▶ _Your instructions_
Start at the line below containing "unused column, 1904" and stop at the line containing "rows, BASE, top=3)". Repeat every line of that stretch exactly, and nothing outside it.

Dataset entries
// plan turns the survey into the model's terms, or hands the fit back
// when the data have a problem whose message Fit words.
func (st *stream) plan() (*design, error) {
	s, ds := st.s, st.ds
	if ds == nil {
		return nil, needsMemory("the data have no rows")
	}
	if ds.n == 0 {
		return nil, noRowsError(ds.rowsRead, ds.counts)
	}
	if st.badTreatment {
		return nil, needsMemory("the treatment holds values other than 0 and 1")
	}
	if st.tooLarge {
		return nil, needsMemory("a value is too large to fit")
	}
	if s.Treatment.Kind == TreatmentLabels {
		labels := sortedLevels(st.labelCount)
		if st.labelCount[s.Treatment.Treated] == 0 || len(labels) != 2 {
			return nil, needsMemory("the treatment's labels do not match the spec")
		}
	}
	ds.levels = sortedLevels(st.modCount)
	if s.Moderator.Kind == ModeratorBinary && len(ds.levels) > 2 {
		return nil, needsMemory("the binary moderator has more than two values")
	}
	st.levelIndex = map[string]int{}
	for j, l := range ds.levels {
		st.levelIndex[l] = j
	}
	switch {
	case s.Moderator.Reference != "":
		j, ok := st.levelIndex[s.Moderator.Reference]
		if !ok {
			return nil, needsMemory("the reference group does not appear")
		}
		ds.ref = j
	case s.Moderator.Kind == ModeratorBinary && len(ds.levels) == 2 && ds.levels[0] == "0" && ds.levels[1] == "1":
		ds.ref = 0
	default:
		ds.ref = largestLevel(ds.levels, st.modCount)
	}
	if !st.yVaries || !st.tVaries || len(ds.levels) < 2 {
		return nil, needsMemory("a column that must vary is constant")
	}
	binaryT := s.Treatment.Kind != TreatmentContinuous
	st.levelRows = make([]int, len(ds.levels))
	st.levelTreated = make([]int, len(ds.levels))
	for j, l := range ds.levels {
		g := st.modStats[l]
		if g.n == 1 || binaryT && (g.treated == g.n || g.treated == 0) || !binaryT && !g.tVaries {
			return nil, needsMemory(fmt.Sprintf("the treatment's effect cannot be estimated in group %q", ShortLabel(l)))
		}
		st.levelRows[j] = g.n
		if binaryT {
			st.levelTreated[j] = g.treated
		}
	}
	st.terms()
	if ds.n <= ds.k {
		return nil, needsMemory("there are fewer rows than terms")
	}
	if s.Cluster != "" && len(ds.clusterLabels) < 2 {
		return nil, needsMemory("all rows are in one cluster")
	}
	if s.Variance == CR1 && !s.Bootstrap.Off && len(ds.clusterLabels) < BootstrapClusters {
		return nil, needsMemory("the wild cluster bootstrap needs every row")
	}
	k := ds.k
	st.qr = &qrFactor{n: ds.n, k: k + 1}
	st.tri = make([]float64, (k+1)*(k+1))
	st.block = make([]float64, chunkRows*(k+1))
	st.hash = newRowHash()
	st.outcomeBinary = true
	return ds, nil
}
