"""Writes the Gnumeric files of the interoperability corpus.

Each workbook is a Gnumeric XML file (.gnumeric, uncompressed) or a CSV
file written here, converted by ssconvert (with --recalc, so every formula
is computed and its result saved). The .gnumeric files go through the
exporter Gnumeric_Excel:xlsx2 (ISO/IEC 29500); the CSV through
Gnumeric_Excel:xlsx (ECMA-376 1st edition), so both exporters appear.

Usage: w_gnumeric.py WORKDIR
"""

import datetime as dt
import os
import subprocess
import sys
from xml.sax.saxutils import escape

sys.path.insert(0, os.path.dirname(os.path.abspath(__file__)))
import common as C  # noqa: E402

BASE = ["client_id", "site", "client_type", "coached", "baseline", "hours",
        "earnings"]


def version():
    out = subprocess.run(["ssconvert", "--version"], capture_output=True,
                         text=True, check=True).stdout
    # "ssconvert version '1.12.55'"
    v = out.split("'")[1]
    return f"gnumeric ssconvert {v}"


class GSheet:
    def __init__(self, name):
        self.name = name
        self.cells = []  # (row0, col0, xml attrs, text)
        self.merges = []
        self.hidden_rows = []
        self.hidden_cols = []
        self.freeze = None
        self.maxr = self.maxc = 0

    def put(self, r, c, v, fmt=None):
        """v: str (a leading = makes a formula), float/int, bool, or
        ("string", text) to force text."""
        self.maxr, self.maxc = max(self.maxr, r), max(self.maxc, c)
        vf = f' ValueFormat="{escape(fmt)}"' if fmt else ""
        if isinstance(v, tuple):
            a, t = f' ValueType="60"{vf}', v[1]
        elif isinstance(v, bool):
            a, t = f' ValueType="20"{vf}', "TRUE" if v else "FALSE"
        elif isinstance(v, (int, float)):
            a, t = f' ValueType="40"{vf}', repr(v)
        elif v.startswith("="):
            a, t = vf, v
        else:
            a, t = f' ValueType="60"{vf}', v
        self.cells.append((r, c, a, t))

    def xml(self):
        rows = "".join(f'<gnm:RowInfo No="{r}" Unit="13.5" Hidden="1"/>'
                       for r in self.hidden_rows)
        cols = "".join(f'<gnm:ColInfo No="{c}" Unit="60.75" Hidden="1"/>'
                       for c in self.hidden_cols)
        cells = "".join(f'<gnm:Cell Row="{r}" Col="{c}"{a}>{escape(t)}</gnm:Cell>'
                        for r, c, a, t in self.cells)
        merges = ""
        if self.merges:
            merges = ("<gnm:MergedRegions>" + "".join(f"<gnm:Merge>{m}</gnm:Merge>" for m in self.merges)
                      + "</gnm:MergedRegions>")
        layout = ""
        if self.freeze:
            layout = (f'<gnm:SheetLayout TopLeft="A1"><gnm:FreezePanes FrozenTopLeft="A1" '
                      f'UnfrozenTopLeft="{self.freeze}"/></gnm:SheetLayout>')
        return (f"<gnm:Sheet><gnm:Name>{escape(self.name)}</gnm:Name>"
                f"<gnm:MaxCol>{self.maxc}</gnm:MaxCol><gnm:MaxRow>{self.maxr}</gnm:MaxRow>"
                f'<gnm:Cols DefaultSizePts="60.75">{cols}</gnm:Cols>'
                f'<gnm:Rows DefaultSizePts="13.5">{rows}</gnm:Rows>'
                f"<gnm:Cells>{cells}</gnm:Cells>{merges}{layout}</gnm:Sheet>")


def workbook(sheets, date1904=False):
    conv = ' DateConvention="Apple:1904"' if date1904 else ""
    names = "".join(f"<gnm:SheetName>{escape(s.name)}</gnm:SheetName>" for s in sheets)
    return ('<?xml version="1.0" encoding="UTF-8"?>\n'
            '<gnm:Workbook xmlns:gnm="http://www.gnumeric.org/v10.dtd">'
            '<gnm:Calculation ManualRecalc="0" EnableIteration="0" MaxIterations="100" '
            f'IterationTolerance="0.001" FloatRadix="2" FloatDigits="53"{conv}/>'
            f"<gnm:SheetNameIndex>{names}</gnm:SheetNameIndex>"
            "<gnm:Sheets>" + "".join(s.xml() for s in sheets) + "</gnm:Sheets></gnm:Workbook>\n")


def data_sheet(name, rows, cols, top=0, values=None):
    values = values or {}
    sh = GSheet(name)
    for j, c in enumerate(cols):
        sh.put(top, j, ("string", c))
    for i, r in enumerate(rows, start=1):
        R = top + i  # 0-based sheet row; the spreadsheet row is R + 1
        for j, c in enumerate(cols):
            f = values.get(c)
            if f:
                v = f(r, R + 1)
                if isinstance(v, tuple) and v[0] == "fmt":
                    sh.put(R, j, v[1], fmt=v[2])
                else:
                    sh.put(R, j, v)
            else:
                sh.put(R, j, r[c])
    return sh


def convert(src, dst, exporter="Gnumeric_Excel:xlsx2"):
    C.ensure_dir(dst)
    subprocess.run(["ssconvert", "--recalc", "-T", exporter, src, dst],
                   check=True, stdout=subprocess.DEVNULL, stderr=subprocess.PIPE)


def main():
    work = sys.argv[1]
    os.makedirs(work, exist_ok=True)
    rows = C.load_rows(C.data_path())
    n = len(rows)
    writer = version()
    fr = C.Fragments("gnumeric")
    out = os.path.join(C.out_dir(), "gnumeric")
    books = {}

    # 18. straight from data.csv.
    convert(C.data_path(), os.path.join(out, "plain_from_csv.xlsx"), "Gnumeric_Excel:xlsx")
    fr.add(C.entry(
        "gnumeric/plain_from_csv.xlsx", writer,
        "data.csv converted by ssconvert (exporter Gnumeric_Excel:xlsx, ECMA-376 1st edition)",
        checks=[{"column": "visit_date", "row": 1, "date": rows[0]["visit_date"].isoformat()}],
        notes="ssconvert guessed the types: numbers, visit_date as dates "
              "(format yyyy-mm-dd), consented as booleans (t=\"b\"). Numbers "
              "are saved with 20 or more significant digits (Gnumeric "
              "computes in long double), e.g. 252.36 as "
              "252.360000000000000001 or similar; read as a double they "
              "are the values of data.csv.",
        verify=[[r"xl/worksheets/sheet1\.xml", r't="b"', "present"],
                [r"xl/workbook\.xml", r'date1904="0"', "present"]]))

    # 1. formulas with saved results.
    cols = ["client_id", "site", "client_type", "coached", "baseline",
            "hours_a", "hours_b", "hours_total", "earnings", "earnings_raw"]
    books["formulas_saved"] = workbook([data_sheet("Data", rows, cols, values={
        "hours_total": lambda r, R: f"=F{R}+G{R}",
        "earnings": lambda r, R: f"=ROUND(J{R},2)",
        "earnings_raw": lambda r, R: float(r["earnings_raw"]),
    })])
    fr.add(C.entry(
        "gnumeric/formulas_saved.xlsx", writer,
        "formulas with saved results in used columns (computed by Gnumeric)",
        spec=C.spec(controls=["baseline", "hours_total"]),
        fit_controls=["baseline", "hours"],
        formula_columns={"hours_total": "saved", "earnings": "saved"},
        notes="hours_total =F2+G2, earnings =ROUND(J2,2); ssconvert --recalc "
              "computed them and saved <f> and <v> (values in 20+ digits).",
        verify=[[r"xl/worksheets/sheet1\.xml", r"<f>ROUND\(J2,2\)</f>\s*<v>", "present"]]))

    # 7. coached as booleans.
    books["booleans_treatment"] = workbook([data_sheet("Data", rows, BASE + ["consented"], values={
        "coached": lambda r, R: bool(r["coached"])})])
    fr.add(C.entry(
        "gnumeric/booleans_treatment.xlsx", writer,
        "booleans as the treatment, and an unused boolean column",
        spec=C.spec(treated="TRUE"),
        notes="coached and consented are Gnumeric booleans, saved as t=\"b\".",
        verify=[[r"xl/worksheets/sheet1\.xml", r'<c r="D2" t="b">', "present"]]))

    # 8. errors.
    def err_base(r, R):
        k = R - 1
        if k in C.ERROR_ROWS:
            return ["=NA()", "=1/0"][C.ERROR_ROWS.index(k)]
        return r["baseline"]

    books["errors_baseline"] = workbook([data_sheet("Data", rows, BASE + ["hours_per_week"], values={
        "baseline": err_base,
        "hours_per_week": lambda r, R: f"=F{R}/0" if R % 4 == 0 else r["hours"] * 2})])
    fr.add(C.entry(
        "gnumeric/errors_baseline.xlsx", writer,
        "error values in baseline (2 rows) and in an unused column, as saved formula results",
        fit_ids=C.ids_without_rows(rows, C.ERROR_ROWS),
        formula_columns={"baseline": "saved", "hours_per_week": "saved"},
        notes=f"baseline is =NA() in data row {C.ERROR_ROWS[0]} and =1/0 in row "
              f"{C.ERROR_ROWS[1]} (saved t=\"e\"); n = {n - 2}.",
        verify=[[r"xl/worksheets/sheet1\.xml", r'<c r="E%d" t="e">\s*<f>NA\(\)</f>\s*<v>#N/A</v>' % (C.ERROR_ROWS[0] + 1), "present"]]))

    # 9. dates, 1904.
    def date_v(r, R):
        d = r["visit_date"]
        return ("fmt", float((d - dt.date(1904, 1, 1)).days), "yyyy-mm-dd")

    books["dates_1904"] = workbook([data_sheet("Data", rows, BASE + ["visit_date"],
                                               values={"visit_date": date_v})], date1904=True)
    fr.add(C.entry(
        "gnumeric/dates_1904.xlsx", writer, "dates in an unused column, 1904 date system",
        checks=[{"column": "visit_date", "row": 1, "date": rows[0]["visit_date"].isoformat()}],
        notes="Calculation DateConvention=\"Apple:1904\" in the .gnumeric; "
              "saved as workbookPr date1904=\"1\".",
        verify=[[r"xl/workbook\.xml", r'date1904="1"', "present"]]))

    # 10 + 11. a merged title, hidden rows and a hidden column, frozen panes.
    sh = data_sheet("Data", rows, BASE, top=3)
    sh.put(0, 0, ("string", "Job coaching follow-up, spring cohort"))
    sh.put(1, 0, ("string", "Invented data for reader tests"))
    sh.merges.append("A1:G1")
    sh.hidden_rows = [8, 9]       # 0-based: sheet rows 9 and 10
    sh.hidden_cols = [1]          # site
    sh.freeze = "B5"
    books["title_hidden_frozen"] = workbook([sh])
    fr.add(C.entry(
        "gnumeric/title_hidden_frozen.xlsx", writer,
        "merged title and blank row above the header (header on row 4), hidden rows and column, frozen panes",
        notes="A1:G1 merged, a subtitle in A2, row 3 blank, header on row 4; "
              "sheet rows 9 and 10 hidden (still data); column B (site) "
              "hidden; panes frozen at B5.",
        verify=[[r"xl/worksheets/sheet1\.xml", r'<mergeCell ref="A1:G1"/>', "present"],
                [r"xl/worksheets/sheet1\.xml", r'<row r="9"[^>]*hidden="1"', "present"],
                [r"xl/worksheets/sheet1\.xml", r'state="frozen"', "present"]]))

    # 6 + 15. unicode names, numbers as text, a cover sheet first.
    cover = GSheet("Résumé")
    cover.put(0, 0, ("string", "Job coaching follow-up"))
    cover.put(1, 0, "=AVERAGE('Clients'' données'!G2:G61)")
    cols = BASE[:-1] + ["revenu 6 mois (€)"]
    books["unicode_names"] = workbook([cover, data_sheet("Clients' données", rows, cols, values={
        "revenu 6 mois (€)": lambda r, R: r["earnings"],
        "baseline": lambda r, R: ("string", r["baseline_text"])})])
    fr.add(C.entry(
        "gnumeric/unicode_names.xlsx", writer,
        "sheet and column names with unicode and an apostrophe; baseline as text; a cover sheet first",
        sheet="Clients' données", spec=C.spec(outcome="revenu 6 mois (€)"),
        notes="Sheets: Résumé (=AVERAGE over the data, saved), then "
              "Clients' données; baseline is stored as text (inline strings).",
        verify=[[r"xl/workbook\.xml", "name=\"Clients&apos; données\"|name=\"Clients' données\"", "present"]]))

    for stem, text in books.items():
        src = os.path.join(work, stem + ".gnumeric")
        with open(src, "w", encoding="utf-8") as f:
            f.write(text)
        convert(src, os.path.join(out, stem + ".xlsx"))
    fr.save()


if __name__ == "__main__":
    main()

▶ _Response to the exercise_
        "gnumeric/dates_1904.xlsx", writer, "dates in an unused column, 1904 date system",
        checks=[{"column": "visit_date", "row": 1, "date": rows[0]["visit_date"].isoformat()}],
        notes="Calculation DateConvention=\"Apple:1904\" in the .gnumeric; "
              "saved as workbookPr date1904=\"1\".",
        verify=[[r"xl/workbook\.xml", r'date1904="1"', "present"]]))

    # 10 + 11. a merged title, hidden rows and a hidden column, frozen panes.
    sh = data_sheet("Data", rows, BASE, top=3)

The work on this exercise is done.